Downing a trophy buck while in a tree stand requires precision and silence from Mike Williams and his Mathews No Cam HTR bow.
Terrorizing pitchers is a completely different animal that utilizes emotion and a loud, Easton aluminum bat to launch baseballs into orbit.
Both are extremely challenging, and there within lies the addictions. The spring and summer belong to the diamond, while the fall and winter belong to the woods.
There are no other places the Brunswick senior would rather be.
“(Baseball) is fun because it’s super hard,” Williams said Tuesday before practice. “If it was easy, it wouldn’t be that much fun.
“Hunting, now that’s pretty much all I really do out of baseball. Deer hunting for the most part is the hardest thing I’ve ever done because it takes so much time and dedication. I’ve already starting looking for deer on trail cams, so it takes all the way up to (hunting) season to figure out how everything is going.”
The difference to him?
“At the moment, baseball is 10 times better,” he quipped. “Deer, inside 20 yards is pretty much a done deal, but baseball you could get three fastballs down the middle and miss all three, or next time you might hit all three. You never know.”
Each passion was introduced to Williams by his father Dan, a player and coach in the Indians organization for 22 seasons. Mike Williams has vivid memories of those days with brother Jake, mainly hanging out during batting practice at Progressive Field, developing a bond with outfielder Trevor Crowe and being in awe of how “unbelievable everyone was” as a player.
Dan Williams remains deeply involved in the game as co-owner of Premier Baseball Academy but doesn’t micromanage Mike’s swing, which is naturally sound and full of power from the right-hand side.
“He knows a lot and he’s my dad, so of course you think he’s going to be wrong, but at the end of the day you’re like, ‘You know, he’s probably right,”’ a smiling Mike Williams said. “Being on time hitting, that’s really been the biggest thing. He doesn’t really care what our swings look like.

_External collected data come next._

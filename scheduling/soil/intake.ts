import { mmPerHourFromInchesPerHour, PhysicsError, requireNonNegative, requirePositive } from '@/scheduling/units';
import type { SoilTexture } from './texture';

/** How a figure was come by. */
export type FigureBasis = 'published' | 'between neighbours' | 'common practice';

/** Intake of a bare level soil. All defaults: a real soil differs several times over. */
export interface SoilIntake {
  /** Final rate of a soaked soil [mm/h]. */
  steadyMmPerHour: number;
  steadyBasis: FigureBasis;
  /** Rate at which a dry bare soil starts [mm/h]. */
  initialMmPerHour: number;
  /** How fast the first falls to the last, Horton's constant [1/h]. */
  decayPerHour: number;
  source: string;
}

const STEADY_SOURCE = 'US extension tables of basic intake by texture';
const FAMILY_INITIAL = {
  sandy: mmPerHourFromInchesPerHour(5),
  loamy: mmPerHourFromInchesPerHour(3),
  clayey: mmPerHourFromInchesPerHour(1),
} as const;
/** Middle of the 2-7 per hour of the EPA storm-water manual. */
const DECAY_PER_HOUR = 4;

const STEADY: Readonly<Record<SoilTexture, { inPerHour: number; basis: FigureBasis; family: keyof typeof FAMILY_INITIAL }>> = {
  sand: { inPerHour: 0.8, basis: 'published', family: 'sandy' },
  loamy_sand: { inPerHour: 0.7, basis: 'between neighbours', family: 'sandy' },
  sandy_loam: { inPerHour: 0.6, basis: 'published', family: 'sandy' },
  loam: { inPerHour: 0.3, basis: 'published', family: 'loamy' },
  silt_loam: { inPerHour: 0.3, basis: 'between neighbours', family: 'loamy' },
  silt: { inPerHour: 0.25, basis: 'between neighbours', family: 'loamy' },
  silty_clay_loam: { inPerHour: 0.2, basis: 'between neighbours', family: 'clayey' },
  silty_clay: { inPerHour: 0.15, basis: 'between neighbours', family: 'clayey' },
  clay: { inPerHour: 0.12, basis: 'common practice', family: 'clayey' },
};

/**
 * Default intake of a texture, level and bare.
 * Sand takes the lower bound of its published class (over 0.8 in/h), the others the middle.
 * Sources: US extension intake tables; EPA storm-water manual for the dry rate and the decay.
 */
export function soilIntake(texture: SoilTexture): SoilIntake {
  const { inPerHour, basis, family } = STEADY[texture];
  return {
    steadyMmPerHour: mmPerHourFromInchesPerHour(inPerHour),
    steadyBasis: basis,
    initialMmPerHour: FAMILY_INITIAL[family],
    decayPerHour: DECAY_PER_HOUR,
    source: `${STEADY_SOURCE}; dry rate and decay from the EPA storm-water manual`,
  };
}

/** Source of the slope steps, shown beside every figure that uses them. */
export const SLOPE_REDUCTION_SOURCE = 'common practice: none to 4 %, a fifth to 8 %, two fifths to 12 %, three fifths to 16 %, three quarters beyond';

/**
 * Part of the level intake that is left on a slope.
 * @param slopePct - rise over run [%], 0 or more
 * @returns 1 down to 0.25 [–]
 * @throws PhysicsError for a negative slope
 */
export function slopeIntakeFactor(slopePct: number): number {
  requireNonNegative('slopePct', slopePct);
  if (slopePct <= 4) return 1;
  if (slopePct <= 8) return 0.8;
  if (slopePct <= 12) return 0.6;
  if (slopePct <= 16) return 0.4;
  return 0.25;
}

/** Steady intake of a texture on a slope. @param slopePct - [%] @returns [mm/h] */
export function steadyIntakeMmPerHour(texture: SoilTexture, slopePct: number): number {
  return soilIntake(texture).steadyMmPerHour * slopeIntakeFactor(slopePct);
}

/** What decides when water starts to run off. */
export interface RunoffInput {
  /** Application rate, constant [mm/h]. */
  rateMmPerHour: number;
  /** fo [mm/h] */
  initialMmPerHour: number;
  /** fc [mm/h] */
  steadyMmPerHour: number;
  /** b [1/h] */
  decayPerHour: number;
}

/**
 * Time until water stands on the surface at a constant rate, by Horton's falling intake: the time when the water applied equals what
 * the soil could have taken when its rate has fallen to the application rate.
 * @returns [h]; 0 when the rate is above what even dry soil takes, null when the soil takes it for ever
 * @throws PhysicsError for rates out of order, with the field named
 * Equation: Hung 1995, t = {fo − P + fc ln[(fo − fc)/(P − fc)]} / (P b)
 */
export function timeToRunoffHours({ rateMmPerHour, initialMmPerHour, steadyMmPerHour, decayPerHour }: RunoffInput): number | null {
  requireNonNegative('rateMmPerHour', rateMmPerHour);
  requireNonNegative('steadyMmPerHour', steadyMmPerHour);
  requirePositive('initialMmPerHour', initialMmPerHour);
  requirePositive('decayPerHour', decayPerHour);
  if (initialMmPerHour < steadyMmPerHour) throw new PhysicsError('initialMmPerHour', initialMmPerHour, `must not lie below steadyMmPerHour ${steadyMmPerHour}`);
  if (rateMmPerHour <= steadyMmPerHour) return null;
  if (rateMmPerHour >= initialMmPerHour) return 0;
  const fallen = initialMmPerHour - rateMmPerHour
    + (steadyMmPerHour === 0 ? 0 : steadyMmPerHour * Math.log((initialMmPerHour - steadyMmPerHour) / (rateMmPerHour - steadyMmPerHour)));
  return fallen / (rateMmPerHour * decayPerHour);
}

/** Dry-to-moist factor of the starting intake: divided by 3 at field capacity. EPA storm-water manual. */
const INITIAL_AT_FIELD_CAPACITY = 1 / 3;

/**
 * Time to runoff for a zone: slope lowers both rates, soil that is already moist starts lower.
 * @param moistness - 0 at the wilting point, 1 at field capacity [–]
 * @returns [h]; null when the soil takes it for ever
 */
export function zoneTimeToRunoffHours(texture: SoilTexture, slopePct: number, rateMmPerHour: number, moistness: number): number | null {
  const intake = soilIntake(texture);
  const slope = slopeIntakeFactor(slopePct);
  const steadyMmPerHour = intake.steadyMmPerHour * slope;
  const moist = Math.min(1, Math.max(0, moistness));
  const initial = intake.initialMmPerHour * slope * (1 - moist * (1 - INITIAL_AT_FIELD_CAPACITY));
  return timeToRunoffHours({ rateMmPerHour, initialMmPerHour: Math.max(steadyMmPerHour, initial), steadyMmPerHour, decayPerHour: intake.decayPerHour });
}

/** A set cut into cycles with soaking between. */
export interface CycleAndSoak {
  cycles: number;
  minutesPerCycle: number;
  /** From the start of one cycle to the start of the next, at least [min]; 0 for a single cycle. */
  startsApartMinutes: number;
}

/** Least time from start to start of two cycles [min]. Texas A&M AgriLife: 30-60 min. */
export const CYCLE_STARTS_APART_MINUTES = 30;

/**
 * Cuts a set into equal cycles, none longer than the run limit.
 * @param totalMinutes - set time wanted [min]
 * @param limitMinutes - longest run without runoff [min]; null for no limit
 * @throws PhysicsError for a limit that is not positive
 * Source: Texas A&M AgriLife, cycle and soak
 */
export function cycleAndSoak(totalMinutes: number, limitMinutes: number | null): CycleAndSoak {
  requireNonNegative('totalMinutes', totalMinutes);
  if (limitMinutes === null || totalMinutes <= requirePositive('limitMinutes', limitMinutes)) {
    return { cycles: 1, minutesPerCycle: totalMinutes, startsApartMinutes: 0 };
  }
  const cycles = Math.ceil(totalMinutes / limitMinutes - 1e-9);
  const minutesPerCycle = totalMinutes / cycles;
  return { cycles, minutesPerCycle, startsApartMinutes: Math.max(CYCLE_STARTS_APART_MINUTES, minutesPerCycle) };
}
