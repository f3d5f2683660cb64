package rules

import (
	"regexp"
	"strings"

	"dextral/core/frame"
	"dextral/core/matrix"
	"dextral/core/rotor"
)

// mapNames gives for each map, as package identify words it, the triads that it leads
// between, one way or the other. Several pairs of triads have one map, which numbers
// cannot tell apart.
var mapNames = func() map[string]string {
	names := map[string]string{}
	for _, t := range triads {
		a, errA := frame.ParseTriad(t[0])
		b, errB := frame.ParseTriad(t[1])
		to, ok := frame.AxisMap(a, b)
		if errA != nil || errB != nil || !ok {
			continue
		}
		words, turned := pairWords(t[0], t[1]), pairWords(t[1], t[0])
		for _, m := range []matrix.Mat3{to, to.Transpose()} {
			key := axisWord(m.Column(0)) + "," + axisWord(m.Column(1)) + "," + axisWord(m.Column(2))
			switch {
			case names[key] == "":
				names[key] = words
			case !strings.Contains(names[key], words) && !strings.Contains(names[key], turned):
				names[key] += ", or " + words
			}
		}
	}
	return names
}()

func pairWords(a, b string) string {
	return strings.ReplaceAll(a+" and "+b, "RDF", opticalAxes)
}

// opticalAxes is how messages call the axes of a camera image.
const opticalAxes = "RDF (optical)"

// axisWord is a unit vector along an axis: x, -y.
func axisWord(v rotor.Vec) string {
	for i, c := range [3]float64{v.X, v.Y, v.Z} {
		switch {
		case c > 0.5:
			return string("xyz"[i])
		case c < -0.5:
			return "-" + string("xyz"[i])
		}
	}
	return "?"
}

var axisMapWords = regexp.MustCompile(`x,y,z -> (-?[xyz],-?[xyz],-?[xyz])`)

// withMapNames adds to the maps of axes in a text between which triads they lead, where
// that is customary.
func withMapNames(text string) string {
	return axisMapWords.ReplaceAllStringFunc(text, func(m string) string {
		if name := mapNames[strings.TrimPrefix(m, "x,y,z -> ")]; name != "" {
			return m + " (as between " + name + ")"
		}
		return m
	})
}

// optical reports whether a text names a map to or from the axes of a camera image.
func optical(text string) bool { return strings.Contains(text, opticalAxes) }

// opticalFrame finds a frame that is named optical, as camera_optical_frame, and the
// frame beside it that the name is made from: camera_link, camera_frame, camera.
func opticalFrame(frames []string) (named, beside string) {
	for _, f := range frames {
		stem, _, ok := strings.Cut(strings.ToLower(f), "optical")
		stem = strings.TrimRight(stem, "_-./ ")
		if !ok || stem == "" {
			continue
		}
		for _, g := range frames {
			rest, ok := strings.CutPrefix(strings.ToLower(g), stem)
			if g != f && ok && (rest == "" || strings.ContainsAny(rest[:1], "_-./ ")) {
				return f, g
			}
		}
	}
	return "", ""
}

As long as we’re on time, he’s all right with it.”
Brunswick (17-12) won its fifth district championship last week with a 5-0 win over Firestone and will play fellow Greater Cleveland Conference member Mentor (20-5) on Thursday in the Louisville Division I Regional semifinals. The Blue Devils have steadily improved in Williams’ four seasons, winning 10, 13, 17 and 17 games, but have never worried about the heart of the order.
Like his father, Williams has played catcher, first base and third base, and he also manned second as a freshman. He can’t catch anymore due to nagging effects from falling 22 feet out of a tree stand, but has been reliable while rotating at the corner infield positions with Michael McFadden.
Williams is batting .333 with seven doubles, four home runs, 20 RBIs and 22 runs. Those numbers are down from last season’s .438, 15 doubles, three homers, 35 RBIs and 31 runs, but opposing pitchers have justifiably given him little to hit, as evidenced by his Medina County-leading 24 walks.
The proof of Williams’ talent lies in career statistics, as he owns the county record for at-bats (330) and trails only Black River legend Brian Ensign (43, 2000-03) with 37 doubles. Williams also is second in school history to Medina County Sports Hall of Famer Darian Miskewycz with 121 hits, 81 RBIs and 87 runs, while his 54 walks are behind only Roger Keller (60, 1988-91).
Williams specializes in bat control, as last week in the Barberton District championship he deftly sprayed three balls into the right-center gap to take advantage of the wind and powered a ball deep into left-center that was caught on a dead sprint.
His passion for the game can’t be understated, either, as Williams keeps things loose.
“I’ve never seen a kid really have as much fun with the game of baseball as he does,” Brunswick coach Grant Relic said. “He’s like a little kid out there. He gets the work in that he needs to get in, but he wants to have fun.
“(He has) pure talent. You can’t teach the swing that he has. He learned it from an early age with his father Dan being with the Indians for a long time. Being around the big-league club all the time obviously helped him, but his free and easy spirit he brings to the field, he is going to try and hurt the ball the best he can.”
Williams received D-I college looks yet elected to attend Cuyahoga Community College to again play with his brother Jake. A full scholarship could follow, but Williams is focused on the task at hand.
College baseball and hunting can wait a few more weeks. The Blue Devils are hot and having a blast, so why stop here?
“Unbelievable, unbelievable,” Williams said. “We have a really young team, so hopefully they can bring it back up the next couple years and make this an annual thing.”